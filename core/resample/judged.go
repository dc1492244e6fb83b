package resample

import (
	"math"

	"gonum.org/v1/gonum/stat/distuv"

	"tailgap/core/gap"
)

// Judged gives the limits of a plan's regions from what its replicates came
// to, by the method that the curve asks for. It keeps what it has worked out,
// and is for one goroutine.
type Judged struct {
	plan      Plan
	quantiles Quantiles
	t         float64 // Student's t at the plan's level
	sparse    sparse
	aparts    map[apartKey]gap.Apart
}

// Judge makes a Judged of a plan and its quantiles; step says whether the
// scores stand on a scale with a step.
func Judge(plan Plan, quantiles Quantiles, step bool) *Judged {
	n := plan.Table.Counts.N
	return &Judged{
		plan: plan, quantiles: quantiles, t: StudentT(n, plan.Level), sparse: bandSparse(n, plan.Level, step),
		aparts: map[apartKey]gap.Apart{},
	}
}

// The methods by which an interval is made.
const (
	Exact            = "exact binomial, Clopper-Pearson"
	ExactWithNorms   = "exact binomial and the norms' own sampling, MOVER"
	Studentised      = "ghost-studentised"
	StudentisedOrFew = "ghost-studentised, hull with score limits"
)

// Method names how a region's interval is made.
func (j *Judged) Method(region int) string {
	switch {
	case j.plan.Table.Curve.Known():
		return Exact
	case !j.plan.Table.Curve.Fitted:
		return ExactWithNorms
	case j.tail(region) && j.plan.Estimates[region].Few():
		return StudentisedOrFew
	}
	return Studentised
}

func (j *Judged) tail(region int) bool { return !j.plan.Regions[region].Stretch }

// Interval is the interval of curve share - weight·counted share of a region,
// or of what is short of a tail where lower is true, proportions. With a
// fitted curve it is made by the quantile of the replicates at the weight of,
// which must be one of the plan's.
func (j *Judged) Interval(region int, lower bool, weight, of float64) Interval {
	if !j.plan.Table.Curve.Fitted {
		return j.apartLimits(region, lower, weight, miss(j.plan.Level))
	}
	quantile := j.quantiles.Region[region][j.weightIndex(of)]
	return mirrored(intervalOf(j.plan.Estimates[region], weight, quantile, j.t, j.tail(region)), lower, weight)
}

// Band are the simultaneous limits for the sweep of a group at one of its
// thresholds, otherwise as Interval, which lies inside them. The weight must
// be one of the plan's.
func (j *Judged) Band(region, group int, lower bool, weight float64) Interval {
	quantile := j.quantiles.Group[group][j.weightIndex(weight)]
	if !j.plan.Table.Curve.Fitted {
		return j.apartLimits(region, lower, weight, bandMiss(quantile, j.plan.Level))
	}
	band := mirrored(bandOf(j.plan.Estimates[region], weight, quantile, j.sparse), lower, weight)
	return band.Hull(j.Interval(region, lower, weight, weight))
}

// FixedParts are the parts of the squared distances from the gap to its
// Interval's limits that more people would not take away: what a curve from
// norms adds (gap.Apart.CurveParts).
func (j *Judged) FixedParts(region int, lower bool, weight float64) (low, high float64) {
	if j.plan.Table.Curve.Fitted {
		return 0, 0
	}
	return j.apart(region, lower, miss(j.plan.Level)).CurveParts(weight)
}

// mirrored turns the limits of an upper tail into those of what is short of it.
func mirrored(i Interval, lower bool, weight float64) Interval {
	if lower {
		return i.Mirror(1 - weight)
	}
	return i
}

func (j *Judged) apartLimits(region int, lower bool, weight, miss float64) Interval {
	low, high := j.apart(region, lower, miss).Limits(weight)
	return Interval{Low: low, High: high}
}

type apartKey struct {
	region int
	lower  bool
	miss   float64
}

// apart has the two shares of a given curve's gap, with limits each missed
// with the probability miss. They are kept: an interval, a band, a verdict and
// a ratio ask for the same ones again and again.
func (j *Judged) apart(region int, lower bool, miss float64) gap.Apart {
	key := apartKey{region, lower, miss}
	a, known := j.aparts[key]
	if !known {
		a = j.plan.Table.Apart(j.plan.Regions[region], j.plan.Estimates[region], lower, miss)
		j.aparts[key] = a
	}
	return a
}

// weightIndex is the weight's among the plan's; a known curve's replicates are
// judged at one weight, which does for all.
func (j *Judged) weightIndex(weight float64) int {
	if j.plan.Table.Curve.Known() {
		return 0
	}
	for i, known := range j.plan.Weights {
		if known == weight {
			return i
		}
	}
	panic("resample: a weight that was not planned")
}

// margins are so many standard errors each way.
func margins(e *gap.Estimate, weight, quantile float64) Interval {
	below, above := e.SideSE(weight)
	return Interval{e.Gap(weight) - quantile*below, e.Gap(weight) + quantile*above}
}

// intervalOf is the ghost-studentised interval of Gap(weight): q standard
// errors (gap.Estimate.SideSE) each way, q being the larger of Student's t and
// the quantile of the studentised replicates; for a tail with fewer than ten
// people on either side, the hull of that and the score limits.
func intervalOf(e *gap.Estimate, weight, quantile, t float64, tail bool) Interval {
	i := margins(e, weight, math.Max(quantile, t))
	if tail && e.Few() {
		i = holdingScoreLimits(i, e, weight, t)
	}
	return i
}

// bandOf are the simultaneous limits at one threshold: quantile is that of the
// largest studentised replicate over the whole sweep.
func bandOf(e *gap.Estimate, weight, quantile float64, sparse sparse) Interval {
	i := margins(e, weight, quantile)
	if math.Min(e.Inside, e.N-e.Inside) < sparse.people {
		i = holdingScoreLimits(i, e, weight, sparse.t)
	}
	return i
}

// holdingScoreLimits is the interval widened to hold the score limits at t,
// which there are for weights above zero.
func holdingScoreLimits(i Interval, e *gap.Estimate, weight, t float64) Interval {
	if weight <= 0 {
		return i
	}
	low, high := e.ScoreLimits(weight, t)
	return i.Hull(Interval{low, high})
}

// sparse says where a band holds the score limits too: where fewer than people
// are on either side of a threshold, at the quantile t.
type sparse struct{ people, t float64 }

// bandSparse is a band's sparse at the level, for n people. On a scale with a
// step it is as for one cutoff. Without one the outermost thresholds stand at
// the outermost scores themselves, wherever those fell, which no replicate
// shows: few people there are too few more often, and what the level leaves is
// divided by ten.
func bandSparse(n int, level float64, step bool) sparse {
	if step {
		return sparse{gap.FewPeople, StudentT(n, level)}
	}
	return sparse{3 * gap.FewPeople, StudentT(n, 1-(1-level)/10)}
}

// miss is the probability with which an interval at the level may miss on each
// side.
func miss(level float64) float64 { return (1 - level) / 2 }

// bandMiss is the same for one threshold of a given curve's band: that of a
// normal quantity beyond the quantile of the largest studentised gap of the
// sweep. It is never larger than an interval's, which so lies in the band.
func bandMiss(quantile, level float64) float64 {
	return math.Min(distuv.UnitNormal.CDF(-quantile), miss(level))
}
────────────────────
▶ Description of the task
Retype each line above with no alterations.

▶ Response box
filename core/resample/judged.go
repository dc1492244e6fb83b
package resample

import (
	"math"

	"gonum.org/v1/gonum/stat/distuv"

	"tailgap/core/gap"
)

// Judged gives the limits of a plan's regions from what its replicates came
// to, by the method that the curve asks for. It keeps what it has worked out,
// and is for one goroutine.
type Judged struct {
	plan      Plan
	quantiles Quantiles
	t         float64 // Student's t at the plan's level
	sparse    sparse
	aparts    map[apartKey]gap.Apart
}

// Judge makes a Judged of a plan and its quantiles; step says whether the
// scores stand on a scale with a step.
func Judge(plan Plan, quantiles Quantiles, step bool) *Judged {
	n := plan.Table.Counts.N
	return &Judged{
		plan: plan, quantiles: quantiles, t: StudentT(n, plan.Level), sparse: bandSparse(n, plan.Level, step),
		aparts: map[apartKey]gap.Apart{},
	}
}

// The methods by which an interval is made.
const (
	Exact            = "exact binomial, Clopper-Pearson"
	ExactWithNorms   = "exact binomial and the norms' own sampling, MOVER"
	Studentised      = "ghost-studentised"
	StudentisedOrFew = "ghost-studentised, hull with score limits"
)

// Method names how a region's interval is made.
func (j *Judged) Method(region int) string {
	switch {
	case j.plan.Table.Curve.Known():
		return Exact
	case !j.plan.Table.Curve.Fitted:
		return ExactWithNorms
	case j.tail(region) && j.plan.Estimates[region].Few():
		return StudentisedOrFew
	}
	return Studentised
}

func (j *Judged) tail(region int) bool { return !j.plan.Regions[region].Stretch }

// Interval is the interval of curve share - weight·counted share of a region,
// or of what is short of a tail where lower is true, proportions. With a
// fitted curve it is made by the quantile of the replicates at the weight of,
// which must be one of the plan's.
func (j *Judged) Interval(region int, lower bool, weight, of float64) Interval {
	if !j.plan.Table.Curve.Fitted {
		return j.apartLimits(region, lower, weight, miss(j.plan.Level))
	}
	quantile := j.quantiles.Region[region][j.weightIndex(of)]
	return mirrored(intervalOf(j.plan.Estimates[region], weight, quantile, j.t, j.tail(region)), lower, weight)
}

// Band are the simultaneous limits for the sweep of a group at one of its
// thresholds, otherwise as Interval, which lies inside them. The weight must
// be one of the plan's.
func (j *Judged) Band(region, group int, lower bool, weight float64) Interval {
	quantile := j.quantiles.Group[group][j.weightIndex(weight)]
	if !j.plan.Table.Curve.Fitted {
		return j.apartLimits(region, lower, weight, bandMiss(quantile, j.plan.Level))
	}
	band := mirrored(bandOf(j.plan.Estimates[region], weight, quantile, j.sparse), lower, weight)
	return band.Hull(j.Interval(region, lower, weight, weight))
}

// FixedParts are the parts of the squared distances from the gap to its
// Interval's limits that more people would not take away: what a curve from
// norms adds (gap.Apart.CurveParts).
func (j *Judged) FixedParts(region int, lower bool, weight float64) (low, high float64) {
	if j.plan.Table.Curve.Fitted {
		return 0, 0
	}
	return j.apart(region, lower, miss(j.plan.Level)).CurveParts(weight)
}

// mirrored turns the limits of an upper tail into those of what is short of it.
func mirrored(i Interval, lower bool, weight float64) Interval {
	if lower {
		return i.Mirror(1 - weight)
	}
	return i
}

func (j *Judged) apartLimits(region int, lower bool, weight, miss float64) Interval {
	low, high := j.apart(region, lower, miss).Limits(weight)
	return Interval{Low: low, High: high}
}

type apartKey struct {
	region int
	lower  bool
	miss   float64
}

// apart has the two shares of a given curve's gap, with limits each missed
// with the probability miss. They are kept: an interval, a band, a verdict and
// a ratio ask for the same ones again and again.
func (j *Judged) apart(region int, lower bool, miss float64) gap.Apart {
	key := apartKey{region, lower, miss}
	a, known := j.aparts[key]
	if !known {
		a = j.plan.Table.Apart(j.plan.Regions[region], j.plan.Estimates[region], lower, miss)
		j.aparts[key] = a
	}
	return a
}

// weightIndex is the weight's among the plan's; a known curve's replicates are
// judged at one weight, which does for all.
func (j *Judged) weightIndex(weight float64) int {
	if j.plan.Table.Curve.Known() {
		return 0
	}
	for i, known := range j.plan.Weights {
		if known == weight {
			return i
		}
	}
	panic("resample: a weight that was not planned")
}

// margins are so many standard errors each way.
func margins(e *gap.Estimate, weight, quantile float64) Interval {
	below, above := e.SideSE(weight)
	return Interval{e.Gap(weight) - quantile*below, e.Gap(weight) + quantile*above}
}

// intervalOf is the ghost-studentised interval of Gap(weight): q standard
// errors (gap.Estimate.SideSE) each way, q being the larger of Student's t and
// the quantile of the studentised replicates; for a tail with fewer than ten
// people on either side, the hull of that and the score limits.
func intervalOf(e *gap.Estimate, weight, quantile, t float64, tail bool) Interval {
	i := margins(e, weight, math.Max(quantile, t))
	if tail && e.Few() {
		i = holdingScoreLimits(i, e, weight, t)
	}
	return i
}

// bandOf are the simultaneous limits at one threshold: quantile is that of the
// largest studentised replicate over the whole sweep.
func bandOf(e *gap.Estimate, weight, quantile float64, sparse sparse) Interval {
	i := margins(e, weight, quantile)
	if math.Min(e.Inside, e.N-e.Inside) < sparse.people {
		i = holdingScoreLimits(i, e, weight, sparse.t)
	}
	return i
}

// holdingScoreLimits is the interval widened to hold the score limits at t,
// which there are for weights above zero.
func holdingScoreLimits(i Interval, e *gap.Estimate, weight, t float64) Interval {
	if weight <= 0 {
		return i
	}
	low, high := e.ScoreLimits(weight, t)
	return i.Hull(Interval{low, high})
}

// sparse says where a band holds the score limits too: where fewer than people
// are on either side of a threshold, at the quantile t.
type sparse struct{ people, t float64 }

// bandSparse is a band's sparse at the level, for n people. On a scale with a
// step it is as for one cutoff. Without one the outermost thresholds stand at
// the outermost scores themselves, wherever those fell, which no replicate
// shows: few people there are too few more often, and what the level leaves is
// divided by ten.
func bandSparse(n int, level float64, step bool) sparse {
	if step {
		return sparse{gap.FewPeople, StudentT(n, level)}
	}
	return sparse{3 * gap.FewPeople, StudentT(n, 1-(1-level)/10)}
}

// miss is the probability with which an interval at the level may miss on each
// side.
func miss(level float64) float64 { return (1 - level) / 2 }

// bandMiss is the same for one threshold of a given curve's band: that of a
// normal quantity beyond the quantile of the largest studentised gap of the
// sweep. It is never larger than an interval's, which so lies in the band.
func bandMiss(quantile, level float64) float64 {
	return math.Min(distuv.UnitNormal.CDF(-quantile), miss(level))
}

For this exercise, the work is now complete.